Primeiro a se posicionar, Marco Aurélio defendeu que o sacrifício de animais é aceitável se forem afastados os maus-tratos no abate, e se a carne for direcionada ao consumo humano. O ministro ainda entendeu que o sacrifício de animais é constitucional em ritos religiosos de qualquer natureza, não restringindo às religiões de matriz africana.
"Revela-se desproporcional impedir todo e qualquer sacrifício religioso de animais, aniquilando o exercício do direito à liberdade de crença de determinados grupos, quando diariamente a população consome carnes de várias espécies. Existem situações nas quais o abate surge constitucionalmente admissível, como no estado de necessidade - para a autodefesa - ou para fins de alimentação", afirmou Marco Aurélio.
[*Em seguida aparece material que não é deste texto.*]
#[test]
fn kmeans_inertia_within_two_percent_of_scikit_learn() {
    if !util::require_python(&["numpy", "sklearn"]) {
        return;
    }
    let pts = blobs();
    let dir = tempfile::tempdir().unwrap();
    let csv = dir.path().join("points.csv");
    let text: String = pts
        .chunks(3)
        .map(|r| format!("{:?},{:?},{:?}\n", r[0], r[1], r[2]))
        .collect();
    std::fs::write(&csv, text).unwrap();
    for k in [4usize, 8] {
        let ours = KMeans::fit(
            &pts,
            3,
            KMeansSettings {
                k,
                restarts: 10,
                max_iterations: 300,
                seed: 7,
            },
        )
        .unwrap();
        // Reference: scikit-learn KMeans(init="k-means++", n_init=10).inertia_.
        let code = "import sys, numpy as np\nfrom sklearn.cluster import KMeans\nX = np.loadtxt(sys.argv[1], delimiter=',')\nprint(repr(KMeans(n_clusters=int(sys.argv[2]), init='k-means++', n_init=10, random_state=0).fit(X).inertia_))";
        let theirs: f64 = util::python(code, &[util::s(&csv), &k.to_string()])
            .trim()
            .parse()
            .unwrap();
        let rel = (ours.inertia - theirs).abs() / theirs;
        assert!(
            rel <= 0.02,
            "k {k}: inertia {} vs scikit-learn {theirs} ({:.2}%)",
            ours.inertia,
            rel * 100.0
        );
    }
}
Fachin, por sua vez, votou para negar todo o recurso apresentado pelo MP estadual. Para o ministro, não é errado que a lei tenha feito uma designação especial às religiões de matriz africana. "Não ofende a igualdade, ao contrário, vai a seu encontro, a designação de especial proteção a religiões de culturas que, historicamente, foram estigmatizadas", observou Fachin, que não propôs condicionar o abate ao consumo da carne. O ministro procurou apresentar seu voto mesmo após o pedido de vista de Moraes. Não há previsão de quando o julgamento será retomado.
Em nome do governo estadual, o procurador do Rio Grande do Sul Thiago Holanda Gonzalez, afirmou que a lei não traz nenhum prejuízo ao caráter laico do Estado. "A liberdade de culto dessas religiões decorre da Constituição. Mas a lei não é inócua. Ela retira o constrangimento às religiões de origem africana. O Rio Grande do Sul nunca permitiu a crueldade (com animais)", afirmou.
Representante da União de Tendas de Umbanda e Candomblé do Brasil, o advogado Hédio Silva Júnior criticou a ação do Ministério Público estadual. "Parece que a vida de galinha de macumba vale mais do que a vida de milhares de jovens negros. É assim que coisa de preto é tratada no Brasil. A vida de preto não tem relevância nenhuma. A vida de preto não causa comoção social, não move instituições jurídicas. Mas a galinha da religião de preto, ah, essa vida tem que ser radicalmente protegida", questionou na tribuna do Supremo.
Na ação apresentada em 2006, o MP estadual destacava que a restrição adicionada pela lei é desnecessária, já que a liberdade de religião é constitucionalmente garantida. Alexandre Saltz, representante do Ministério Público do RS que falou nesta quinta no STF, no entanto, foi mais enfático nas críticas ao texto.
"A proteção aos animais chegou a um limite tão extremo que o Superior Tribunal de Justiça discutiu a guarda de um cachorro na separação de um casal", destacando que os animais deixaram de ser caracterizados como 'coisas. "Morte desnecessária é tratamento cruel", disse.